Beachtliche Mängelliste
Der neue Hamburger Generalmusikdirektor Kent Nagano gab mit "Les Troyens" von Hector Berlioz seinen Einstand. Doch alles Bizarre und Originelle der Partitur wurde von ihm auf ein dekoratives Einheitsniveau verflacht, findet Uwe Friedrich.
Wie angeklebt stehen die Solisten an der Rampe und absolvieren ihre Partien. Wer seine Arie alleine singt, darf sich auch gerne mittig am Souffleurkasten postieren, damit er den Dirigenten immer bequem im Blick hat. In den Ensembles stehen sie alle vor dem blockartig arrangierten Chor brav aufgereiht vorne und singen streng frontal in den Zuschauerraum. Mehrmals prasselt hektoliterweise Theaterblut aus dem Bühnenhimmel auf eine riesige, sich drehende Holzklappe, zum großen Liebesduett im vierten Akt regnen dann blutrote Blütenblätter aus dem Theaterhimmel.

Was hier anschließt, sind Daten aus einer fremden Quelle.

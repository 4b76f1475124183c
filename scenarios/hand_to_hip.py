"""Hand to the opposite hip: a seated wearer reaches down and across the body, as if to a trouser pocket.

Our own clinic-like setting: from the hand resting on the right thigh the
wearer swings the hand across the belly to the left hip (shoulder slightly
extended and strongly turned inward, elbow at about 70 deg), holds there and
returns.  Internal rotation is what this activity needs most, and the
robot's humeral-rotation joint comes within about 8 deg of its stop.
"""

from sim import JointIntent, Scenario, Via, deg

# joints: gh flexion, gh abduction, gh rotation, elbow flexion, pronation, wrist flexion, wrist deviation
HAND_ON_THIGH = deg(15, 10, 0, 80, 0, 0, 0)
AT_LEFT_HIP = deg(-22, -6, 48, 70, 30, 0, 0)  # grip 28 cm medial and 43 cm below the m50 shoulder

SCENARIO = Scenario(
    name="hand_to_hip",
    description="seated hand from the right thigh across to the left hip and back, 1 s each way",
    subject="m50",
    intent=JointIntent(
        start_rad=HAND_ON_THIGH,
        start_hold_s=0.3,
        vias=(
            Via(AT_LEFT_HIP, move_s=1.0, hold_s=0.6),
            Via(HAND_ON_THIGH, move_s=1.0, hold_s=0.4),
        ),
    ),
    duration_s=3.3,
    controllers=("transparent", "gravity", "walls", "zero"),
)
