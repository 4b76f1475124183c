"""Hand to mouth: a seated wearer lifts the hand from the thigh to the mouth, as if taking a sip.

Our own clinic-like setting: the wearer sits upright in the exoskeleton, the
right hand resting on the thigh.  They bring the hand up to the mouth (shoulder
flexed and turned inward, elbow flexed well past a right angle, forearm half
pronated), pause for a sip, and lower it again, a little over a second each
way.  A body-proximal activity of daily living: the elbow works near the top
of its range while the hand stays close to the face.
"""

from sim import JointIntent, Scenario, Via, deg

# joints: gh flexion, gh abduction, gh rotation, elbow flexion, pronation, wrist flexion, wrist deviation
HAND_ON_THIGH = deg(15, 10, 0, 80, 0, 0, 0)
AT_MOUTH = deg(50, -8, 40, 135, 30, 0, 0)  # grip about 16 cm medial and 13 cm above the m50 shoulder

SCENARIO = Scenario(
    name="hand_to_mouth",
    description="seated hand from thigh to mouth and back, about 1.1 s each way",
    subject="m50",
    intent=JointIntent(
        start_rad=HAND_ON_THIGH,
        start_hold_s=0.3,
        vias=(
            Via(AT_MOUTH, move_s=1.1, hold_s=0.6),
            Via(HAND_ON_THIGH, move_s=1.1, hold_s=0.4),
        ),
    ),
    duration_s=3.5,
    controllers=("transparent", "gravity", "walls", "zero"),
)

Es ist zu hoffen, dass der Regisseur Michael Thalheimer das ironisch meint, aber man kann sich überhaupt nicht sicher sein, ob Thalheimer noch irgendetwas meint mit seinen Inszenierungen. Er ist inzwischen so etwas wie das "One-Trick-Pony" im derzeitigen Regiezirkus. Für jedes Stück lässt er sich vom Bühnenbildner Olaf Altmann eine Holzkiste bauen, in der die Darsteller an die Rampe marschieren, ihren Part frontal in den Zuschauerraum absolvieren und wieder gehen.
Was im Schauspiel für hohes Tempo, eine Brutalisierung und eine wohltuende Abkehr von der Konvention des psychologisierend-realistischen Spiel sorgte, führt in der Oper jedoch schnurstracks in die Sackgasse: Sänger, die ungerührt am Souffleurkasten stehen, frontal den Dirigenten ansingen und auf unterstützende Gesten verzichten, taugen nicht einmal mehr zur Parodie auf die überkommene Kunstform Oper. Das ist bloß ungemein langweilig. Genauso gut könnte man die Aeneis zu Hause aus Gustav Schwabs "Schönsten Sagen des klassischen Altertums" mit Playmobilfiguren nachstellen, der Erkenntnisgewinn wäre wahrscheinlich größer.
Die Frauen schrill, die Männer dumpf
Wenn Kent Nagano nun nach Stationen in Lyon, Berlin und München sein Amt als Generalmusikdirektor der Hamburgischen Staatsoper mit den "Trojanern" von Hector Berlioz antritt, soll das natürlich eine klare Botschaft aussenden: Seht her, auch nach den künstlerisch durchwachsenen Jahren unter der unbeliebten Dirigentin Simone Young ist das Haus ungeheuer leistungsfähig, wir kriegen nämlich eins der monströsesten Werke der Operngeschichte problemlos gestemmt.
Aber was als Leistungsnachweis gemeint war, wird zur Inventur mit beachtlicher Mängelliste.
Denn obwohl eine gute Stunde eigentlich unverzichtbarer Musik dem Kürzungsfuror des Leitungsteams zum Opfer fiel, singt der Chor ungenau, die Frauen klingen schrill, die Männer dumpf. Das Orchester spielt zwar präzise, aber Nagano gönnt der Musik kaum rhythmische Kontur und klangliche Fantasie. Alles Bizarre und Originelle der Partitur wird auf ein dekoratives Einheitsniveau verflacht.
Torsten Kerl hat als Enée massive Probleme und lässt das hohe C gleich ganz weg, Catherine Naglestad ist eine verblüffend undramatische Cassandre, einzig Elena Zhidkova bringt als Dido im zweiten Teil endlich Leben in die Geschichte und zeigt neben dem grandiosen Julian Pregardien in einer kleinen Rolle, wie überwältigend diese Musik sein kann, wenn man sich mit Haut und Haaren auf Berlioz einlässt.
Der neue Hamburger Generalmusikdirektor Kent Nagano hat gerade in einem vielbeachteten Buch erläutert, wie man Oper und klassische Musik für ein breiteres Publikum interessant und aufregend machen könnte. Damit hatte diese Eröffnungspremiere rein gar nichts zu tun. Vielleicht sollten er und der neue Hamburger Intendant Georges Delnon das Buch nochmal gründlich lesen.